TO DO
Write out every record in full, keeping each character exactly as it is.

(Stored data entries)
========================================

/**
 * A customer who arrived after the export has no row in the cluster's model; the import folds them in as
 * Spark would solve their row: Hu, Koren & Volinsky (2008) eq. 4, x_u = (YᵀC_uY + λ_u I)⁻¹ YᵀC_u p_u, with
 * Spark's λ_u = regParam · n_u (ALS.scala `computeFactors`: `solver.solve(ls, numExplicits * regParam)`) and
 * c = 1 + α·r. Checked against a dense solve by ml-matrix (an independent linear-algebra library).
 */
import fs from 'node:fs';
import os from 'node:os';
import path from 'node:path';
import { CholeskyDecomposition, Matrix } from 'ml-matrix';
import { afterAll, describe, expect, it } from 'vitest';
import { buildInteractionMatrix } from '../../src-main/core/matrix/build.ts';
import { loadIals } from '../../src-main/core/models/ials.ts';
import { exportSignals } from '../../src-main/services/cluster/export-signals.ts';
import { importModel } from '../../src-main/services/cluster/import-model.ts';
import { loadDataset } from '../../src-main/store/dataset.ts';
import { ModelRepo } from '../../src-main/store/models.ts';
import { smallWorkspace } from '../store/models-fixture.ts';
import { range, sparkMetadata, writeSparkModelDir } from './spark-fixture.ts';

const ws = smallWorkspace({ items: 20, customers: 30, seed: 8 });
const root = fs.mkdtempSync(path.join(os.tmpdir(), 'shelfwright-foldin-'));
afterAll(() => {
  ws.db.close();
  fs.rmSync(ws.dir, { recursive: true, force: true });
  fs.rmSync(root, { recursive: true, force: true });
});

describe('customers who arrived after the export', () => {
  it('are folded in with Spark\'s count-weighted λ, matching a dense solve of the normal equations', async () => {
    const exportDir = path.join(root, 'export');
    exportSignals(ws.db, exportDir);
    ws.db.prepare("INSERT INTO customer (id, external_id) VALUES (31, 'cu-new')").run();
    const sig = ws.db.prepare("INSERT INTO signal (customer_id, item_id, kind, value, at) VALUES (31, ?, (SELECT code FROM signal_kind WHERE name = ?), 1, ?)");
    [[2, 'view'], [5, 'purchase'], [9, 'view'], [14, 'basket']].forEach(([item, kind], q) => sig.run(item, kind, 1_720_000_000_000 + q));
    const k = 6;
    const dir = path.join(exportDir, 'model');
    await writeSparkModelDir(dir, { rank: k, users: { ids: range(30), rank: k }, items: { ids: range(20), rank: k }, metadata: sparkMetadata({ rank: k, regParam: 0.3, alpha: 2 }) });
    const report = await importModel(ws.db, dir);
    expect(report.origin.customersFoldedIn).toBe(1);
    expect(report.stale).toBe(true); // the new customer changed the data since the export

    const model = loadIals(new ModelRepo(ws.db).loadCurrent('ials')!.bytes);
    const u = 30; // the new customer's dense index (customers in id order)
    const x = model.customerFactors.subarray(u * k, (u + 1) * k);
    const history = buildInteractionMatrix(loadDataset(ws.db));
    const Y = new Matrix(Array.from({ length: 20 }, (_, i) => Array.from(model.itemFactors.subarray(i * k, (i + 1) * k))));
    const A = Y.transpose().mmul(Y);
    const b = Matrix.zeros(k, 1);
    const n = history.indptr[u + 1]! - history.indptr[u]!;
    expect(n).toBe(4);
    for (let q = history.indptr[u]!; q < history.indptr[u + 1]!; q++) {
      const c = 1 + 2 * history.data[q]!; // c = 1 + α·r
      const y = Y.getRow(history.indices[q]!);
      for (let a = 0; a < k; a++) {
        b.set(a, 0, b.get(a, 0) + c * y[a]!);
        for (let d = 0; d < k; d++) A.set(a, d, A.get(a, d) + (c - 1) * y[a]! * y[d]!);
      }
    }
    for (let a = 0; a < k; a++) A.set(a, a, A.get(a, a) + 0.3 * n); // λ_u = regParam · n_u
    const want = new CholeskyDecomposition(A).solve(b).getColumn(0);
    want.forEach((v, a) => expect(x[a]!).toBeCloseTo(v, 4));
  });

  it('items added after the export are folded in from the customers\' side, as Spark solves an item row', async () => {
    const w = smallWorkspace({ items: 20, customers: 30, seed: 9 });
    try {
      const exportDir = path.join(root, 'export-items');
      exportSignals(w.db, exportDir);
      w.db.prepare("INSERT INTO item (id, external_id, title, description, category, tags, supplier, price, added_at) VALUES (21, 'it-new', 'new', '', 'garden', '[]', 'maker-1', 9, 1700000000000)").run();
      const sig = w.db.prepare("INSERT INTO signal (customer_id, item_id, kind, value, at) VALUES (?, 21, (SELECT code FROM signal_kind WHERE name = 'view'), 1, ?)");
      [3, 7, 11].forEach((c, q) => sig.run(c, 1_720_000_000_000 + q));
      const k = 5;
      const dir = path.join(exportDir, 'model');
      await writeSparkModelDir(dir, { rank: k, users: { ids: range(30), rank: k }, items: { ids: range(20), rank: k }, metadata: sparkMetadata({ rank: k, regParam: 0.2, alpha: 3 }) });
      const report = await importModel(w.db, dir);
      expect(report.origin.itemsFoldedIn).toBe(1);
      expect(report.origin.itemsWithoutFactors).toBe(0);
      const model = loadIals(new ModelRepo(w.db).loadCurrent('ials')!.bytes);
      const y = model.itemFactors.subarray(20 * k, 21 * k);
      const X = new Matrix(Array.from({ length: 30 }, (_, u) => Array.from(model.customerFactors.subarray(u * k, (u + 1) * k))));
      const A = X.transpose().mmul(X);
      const b = Matrix.zeros(k, 1);
      for (const u of [2, 6, 10]) {
        const c = 1 + 3 * 1; // one view, weight 1: c = 1 + α·r
        const xu = X.getRow(u);
        for (let a = 0; a < k; a++) {
          b.set(a, 0, b.get(a, 0) + c * xu[a]!);
          for (let d = 0; d < k; d++) A.set(a, d, A.get(a, d) + (c - 1) * xu[a]! * xu[d]!);
        }
      }
      for (let a = 0; a < k; a++) A.set(a, a, A.get(a, a) + 0.2 * 3); // λ_i = regParam · (3 customers)
      new CholeskyDecomposition(A).solve(b).getColumn(0).forEach((v, a) => expect(y[a]!).toBeCloseTo(v, 4));
    } finally {
      w.db.close();
      fs.rmSync(w.dir, { recursive: true, force: true });
    }
  });
});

========================================

TASK RESPONSE
/**
 * A customer who arrived after the export has no row in the cluster's model; the import folds them in as
 * Spark would solve their row: Hu, Koren & Volinsky (2008) eq. 4, x_u = (YᵀC_uY + λ_u I)⁻¹ YᵀC_u p_u, with
 * Spark's λ_u = regParam · n_u (ALS.scala `computeFactors`: `solver.solve(ls, numExplicits * regParam)`) and
 * c = 1 + α·r. Checked against a dense solve by ml-matrix (an independent linear-algebra library).
 */
import fs from 'node:fs';
import os from 'node:os';
import path from 'node:path';
import { CholeskyDecomposition, Matrix } from 'ml-matrix';
import { afterAll, describe, expect, it } from 'vitest';
import { buildInteractionMatrix } from '../../src-main/core/matrix/build.ts';
import { loadIals } from '../../src-main/core/models/ials.ts';
import { exportSignals } from '../../src-main/services/cluster/export-signals.ts';
import { importModel } from '../../src-main/services/cluster/import-model.ts';
import { loadDataset } from '../../src-main/store/dataset.ts';
import { ModelRepo } from '../../src-main/store/models.ts';
import { smallWorkspace } from '../store/models-fixture.ts';
import { range, sparkMetadata, writeSparkModelDir } from './spark-fixture.ts';

const ws = smallWorkspace({ items: 20, customers: 30, seed: 8 });
const root = fs.mkdtempSync(path.join(os.tmpdir(), 'shelfwright-foldin-'));
afterAll(() => {
  ws.db.close();
  fs.rmSync(ws.dir, { recursive: true, force: true });
  fs.rmSync(root, { recursive: true, force: true });
});

describe('customers who arrived after the export', () => {
  it('are folded in with Spark\'s count-weighted λ, matching a dense solve of the normal equations', async () => {
    const exportDir = path.join(root, 'export');
    exportSignals(ws.db, exportDir);
    ws.db.prepare("INSERT INTO customer (id, external_id) VALUES (31, 'cu-new')").run();
    const sig = ws.db.prepare("INSERT INTO signal (customer_id, item_id, kind, value, at) VALUES (31, ?, (SELECT code FROM signal_kind WHERE name = ?), 1, ?)");
    [[2, 'view'], [5, 'purchase'], [9, 'view'], [14, 'basket']].forEach(([item, kind], q) => sig.run(item, kind, 1_720_000_000_000 + q));
    const k = 6;
    const dir = path.join(exportDir, 'model');
    await writeSparkModelDir(dir, { rank: k, users: { ids: range(30), rank: k }, items: { ids: range(20), rank: k }, metadata: sparkMetadata({ rank: k, regParam: 0.3, alpha: 2 }) });
    const report = await importModel(ws.db, dir);
    expect(report.origin.customersFoldedIn).toBe(1);
    expect(report.stale).toBe(true); // the new customer changed the data since the export

    const model = loadIals(new ModelRepo(ws.db).loadCurrent('ials')!.bytes);
    const u = 30; // the new customer's dense index (customers in id order)
    const x = model.customerFactors.subarray(u * k, (u + 1) * k);
    const history = buildInteractionMatrix(loadDataset(ws.db));
    const Y = new Matrix(Array.from({ length: 20 }, (_, i) => Array.from(model.itemFactors.subarray(i * k, (i + 1) * k))));
    const A = Y.transpose().mmul(Y);
    const b = Matrix.zeros(k, 1);
    const n = history.indptr[u + 1]! - history.indptr[u]!;
    expect(n).toBe(4);
    for (let q = history.indptr[u]!; q < history.indptr[u + 1]!; q++) {
      const c = 1 + 2 * history.data[q]!; // c = 1 + α·r
      const y = Y.getRow(history.indices[q]!);
      for (let a = 0; a < k; a++) {
        b.set(a, 0, b.get(a, 0) + c * y[a]!);
        for (let d = 0; d < k; d++) A.set(a, d, A.get(a, d) + (c - 1) * y[a]! * y[d]!);
      }
    }
    for (let a = 0; a < k; a++) A.set(a, a, A.get(a, a) + 0.3 * n); // λ_u = regParam · n_u
    const want = new CholeskyDecomposition(A).solve(b).getColumn(0);
    want.forEach((v, a) => expect(x[a]!).toBeCloseTo(v, 4));
  });

  it('items added after the export are folded in from the customers\' side, as Spark solves an item row', async () => {
    const w = smallWorkspace({ items: 20, customers: 30, seed: 9 });
    try {
      const exportDir = path.join(root, 'export-items');
      exportSignals(w.db, exportDir);
      w.db.prepare("INSERT INTO item (id, external_id, title, description, category, tags, supplier, price, added_at) VALUES (21, 'it-new', 'new', '', 'garden', '[]', 'maker-1', 9, 1700000000000)").run();
      const sig = w.db.prepare("INSERT INTO signal (customer_id, item_id, kind, value, at) VALUES (?, 21, (SELECT code FROM signal_kind WHERE name = 'view'), 1, ?)");
      [3, 7, 11].forEach((c, q) => sig.run(c, 1_720_000_000_000 + q));
      const k = 5;
      const dir = path.join(exportDir, 'model');
      await writeSparkModelDir(dir, { rank: k, users: { ids: range(30), rank: k }, items: { ids: range(20), rank: k }, metadata: sparkMetadata({ rank: k, regParam: 0.2, alpha: 3 }) });
      const report = await importModel(w.db, dir);
      expect(report.origin.itemsFoldedIn).toBe(1);
      expect(report.origin.itemsWithoutFactors).toBe(0);
      const model = loadIals(new ModelRepo(w.db).loadCurrent('ials')!.bytes);
      const y = model.itemFactors.subarray(20 * k, 21 * k);
      const X = new Matrix(Array.from({ length: 30 }, (_, u) => Array.from(model.customerFactors.subarray(u * k, (u + 1) * k))));
      const A = X.transpose().mmul(X);
      const b = Matrix.zeros(k, 1);
      for (const u of [2, 6, 10]) {
        const c = 1 + 3 * 1; // one view, weight 1: c = 1 + α·r
        const xu = X.getRow(u);
        for (let a = 0; a < k; a++) {
          b.set(a, 0, b.get(a, 0) + c * xu[a]!);
          for (let d = 0; d < k; d++) A.set(a, d, A.get(a, d) + (c - 1) * xu[a]! * xu[d]!);
        }
      }
      for (let a = 0; a < k; a++) A.set(a, a, A.get(a, a) + 0.2 * 3); // λ_i = regParam · (3 customers)
      new CholeskyDecomposition(A).solve(b).getColumn(0).forEach((v, a) => expect(y[a]!).toBeCloseTo(v, 4));
    } finally {
      w.db.close();
      fs.rmSync(w.dir, { recursive: true, force: true });
    }
  });
});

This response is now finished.